(Saved entries)
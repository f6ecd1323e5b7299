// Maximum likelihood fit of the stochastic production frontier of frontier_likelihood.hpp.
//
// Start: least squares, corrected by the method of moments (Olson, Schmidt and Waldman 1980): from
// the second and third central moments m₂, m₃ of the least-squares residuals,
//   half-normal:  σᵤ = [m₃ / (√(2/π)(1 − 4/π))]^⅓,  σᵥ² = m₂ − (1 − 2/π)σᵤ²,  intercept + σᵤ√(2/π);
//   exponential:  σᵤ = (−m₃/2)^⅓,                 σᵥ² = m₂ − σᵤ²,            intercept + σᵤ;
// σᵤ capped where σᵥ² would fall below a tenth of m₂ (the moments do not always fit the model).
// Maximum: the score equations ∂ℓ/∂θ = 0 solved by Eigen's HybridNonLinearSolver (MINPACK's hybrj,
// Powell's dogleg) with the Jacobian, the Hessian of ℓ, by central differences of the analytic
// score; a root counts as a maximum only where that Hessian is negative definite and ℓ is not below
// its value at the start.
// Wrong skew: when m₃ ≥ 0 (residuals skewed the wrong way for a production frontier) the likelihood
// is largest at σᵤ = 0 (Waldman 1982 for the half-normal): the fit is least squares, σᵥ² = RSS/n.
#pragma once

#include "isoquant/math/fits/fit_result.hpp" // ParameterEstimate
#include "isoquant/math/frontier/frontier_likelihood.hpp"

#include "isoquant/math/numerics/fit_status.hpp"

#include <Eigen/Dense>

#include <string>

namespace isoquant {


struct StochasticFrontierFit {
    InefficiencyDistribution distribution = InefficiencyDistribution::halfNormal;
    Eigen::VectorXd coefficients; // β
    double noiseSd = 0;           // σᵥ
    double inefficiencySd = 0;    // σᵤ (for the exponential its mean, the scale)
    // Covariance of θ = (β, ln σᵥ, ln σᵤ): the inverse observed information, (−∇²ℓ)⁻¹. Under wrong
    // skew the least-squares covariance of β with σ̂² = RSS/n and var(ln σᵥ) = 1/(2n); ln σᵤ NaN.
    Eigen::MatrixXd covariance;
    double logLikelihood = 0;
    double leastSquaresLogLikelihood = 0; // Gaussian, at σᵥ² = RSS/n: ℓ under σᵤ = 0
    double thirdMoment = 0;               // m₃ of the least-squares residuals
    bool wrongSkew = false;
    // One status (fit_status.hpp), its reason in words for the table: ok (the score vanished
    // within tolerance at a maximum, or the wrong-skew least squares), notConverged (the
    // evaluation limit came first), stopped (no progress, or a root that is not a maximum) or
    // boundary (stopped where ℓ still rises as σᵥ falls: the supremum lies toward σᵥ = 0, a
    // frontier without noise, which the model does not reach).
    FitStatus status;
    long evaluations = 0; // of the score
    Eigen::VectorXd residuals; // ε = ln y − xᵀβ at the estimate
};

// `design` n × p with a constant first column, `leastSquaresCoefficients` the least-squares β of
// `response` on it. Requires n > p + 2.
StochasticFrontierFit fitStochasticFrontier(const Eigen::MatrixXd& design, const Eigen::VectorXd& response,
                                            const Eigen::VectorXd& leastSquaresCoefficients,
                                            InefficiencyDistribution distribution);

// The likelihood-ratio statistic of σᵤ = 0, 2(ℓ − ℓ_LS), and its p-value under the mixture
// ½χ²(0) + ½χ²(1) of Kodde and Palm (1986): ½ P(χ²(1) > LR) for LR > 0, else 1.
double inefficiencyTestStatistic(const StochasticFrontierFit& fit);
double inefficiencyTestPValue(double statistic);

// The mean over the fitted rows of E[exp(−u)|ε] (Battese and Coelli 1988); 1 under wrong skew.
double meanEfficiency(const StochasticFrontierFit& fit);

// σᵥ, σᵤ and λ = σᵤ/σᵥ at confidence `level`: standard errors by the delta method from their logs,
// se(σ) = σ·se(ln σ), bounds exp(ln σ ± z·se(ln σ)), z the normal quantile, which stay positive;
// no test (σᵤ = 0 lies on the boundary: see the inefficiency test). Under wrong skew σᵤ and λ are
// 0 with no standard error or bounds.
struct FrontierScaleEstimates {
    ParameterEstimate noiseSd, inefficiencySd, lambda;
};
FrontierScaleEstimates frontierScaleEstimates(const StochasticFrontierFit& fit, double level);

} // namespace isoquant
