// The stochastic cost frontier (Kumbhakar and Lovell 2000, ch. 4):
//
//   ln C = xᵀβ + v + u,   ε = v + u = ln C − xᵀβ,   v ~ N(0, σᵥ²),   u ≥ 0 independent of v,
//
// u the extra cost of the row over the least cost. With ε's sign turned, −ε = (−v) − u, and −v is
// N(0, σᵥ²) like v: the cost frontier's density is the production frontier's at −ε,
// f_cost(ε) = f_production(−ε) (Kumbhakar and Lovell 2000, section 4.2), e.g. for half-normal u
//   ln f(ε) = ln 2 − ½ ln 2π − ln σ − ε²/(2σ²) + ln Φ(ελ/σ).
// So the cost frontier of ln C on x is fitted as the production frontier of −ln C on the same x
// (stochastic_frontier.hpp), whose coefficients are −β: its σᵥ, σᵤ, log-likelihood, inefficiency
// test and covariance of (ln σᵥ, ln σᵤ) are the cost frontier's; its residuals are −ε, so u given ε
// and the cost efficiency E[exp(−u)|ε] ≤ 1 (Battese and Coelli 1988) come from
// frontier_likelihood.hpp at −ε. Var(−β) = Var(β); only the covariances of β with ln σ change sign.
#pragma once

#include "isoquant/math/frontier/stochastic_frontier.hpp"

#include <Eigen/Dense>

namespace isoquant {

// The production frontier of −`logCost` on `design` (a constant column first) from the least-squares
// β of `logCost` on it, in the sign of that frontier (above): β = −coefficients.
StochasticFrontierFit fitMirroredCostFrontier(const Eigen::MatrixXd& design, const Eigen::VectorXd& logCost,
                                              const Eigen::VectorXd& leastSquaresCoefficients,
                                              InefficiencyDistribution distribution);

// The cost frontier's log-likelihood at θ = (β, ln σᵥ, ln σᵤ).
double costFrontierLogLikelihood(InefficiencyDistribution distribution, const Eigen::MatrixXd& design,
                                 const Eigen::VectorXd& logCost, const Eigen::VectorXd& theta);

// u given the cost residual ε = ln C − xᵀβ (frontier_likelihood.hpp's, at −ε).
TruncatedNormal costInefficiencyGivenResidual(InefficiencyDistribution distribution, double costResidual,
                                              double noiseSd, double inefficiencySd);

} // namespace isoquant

What to work on | Go to the line with "u, and −v is" in the entries above and repeat every line from there through the line with "distribution, const Eigen::MatrixXd&", exactly and with no other text.

Answer area |
// u the extra cost of the row over the least cost. With ε's sign turned, −ε = (−v) − u, and −v is
// N(0, σᵥ²) like v: the cost frontier's density is the production frontier's at −ε,
// f_cost(ε) = f_production(−ε) (Kumbhakar and Lovell 2000, section 4.2), e.g. for half-normal u
//   ln f(ε) = ln 2 − ½ ln 2π − ln σ − ε²/(2σ²) + ln Φ(ελ/σ).
// So the cost frontier of ln C on x is fitted as the production frontier of −ln C on the same x
// (stochastic_frontier.hpp), whose coefficients are −β: its σᵥ, σᵤ, log-likelihood, inefficiency
// test and covariance of (ln σᵥ, ln σᵤ) are the cost frontier's; its residuals are −ε, so u given ε
// and the cost efficiency E[exp(−u)|ε] ≤ 1 (Battese and Coelli 1988) come from
// frontier_likelihood.hpp at −ε. Var(−β) = Var(β); only the covariances of β with ln σ change sign.
#pragma once

#include "isoquant/math/frontier/stochastic_frontier.hpp"

#include <Eigen/Dense>

namespace isoquant {

// The production frontier of −`logCost` on `design` (a constant column first) from the least-squares
// β of `logCost` on it, in the sign of that frontier (above): β = −coefficients.
StochasticFrontierFit fitMirroredCostFrontier(const Eigen::MatrixXd& design, const Eigen::VectorXd& logCost,
                                              const Eigen::VectorXd& leastSquaresCoefficients,
                                              InefficiencyDistribution distribution);

// The cost frontier's log-likelihood at θ = (β, ln σᵥ, ln σᵤ).
double costFrontierLogLikelihood(InefficiencyDistribution distribution, const Eigen::MatrixXd& design,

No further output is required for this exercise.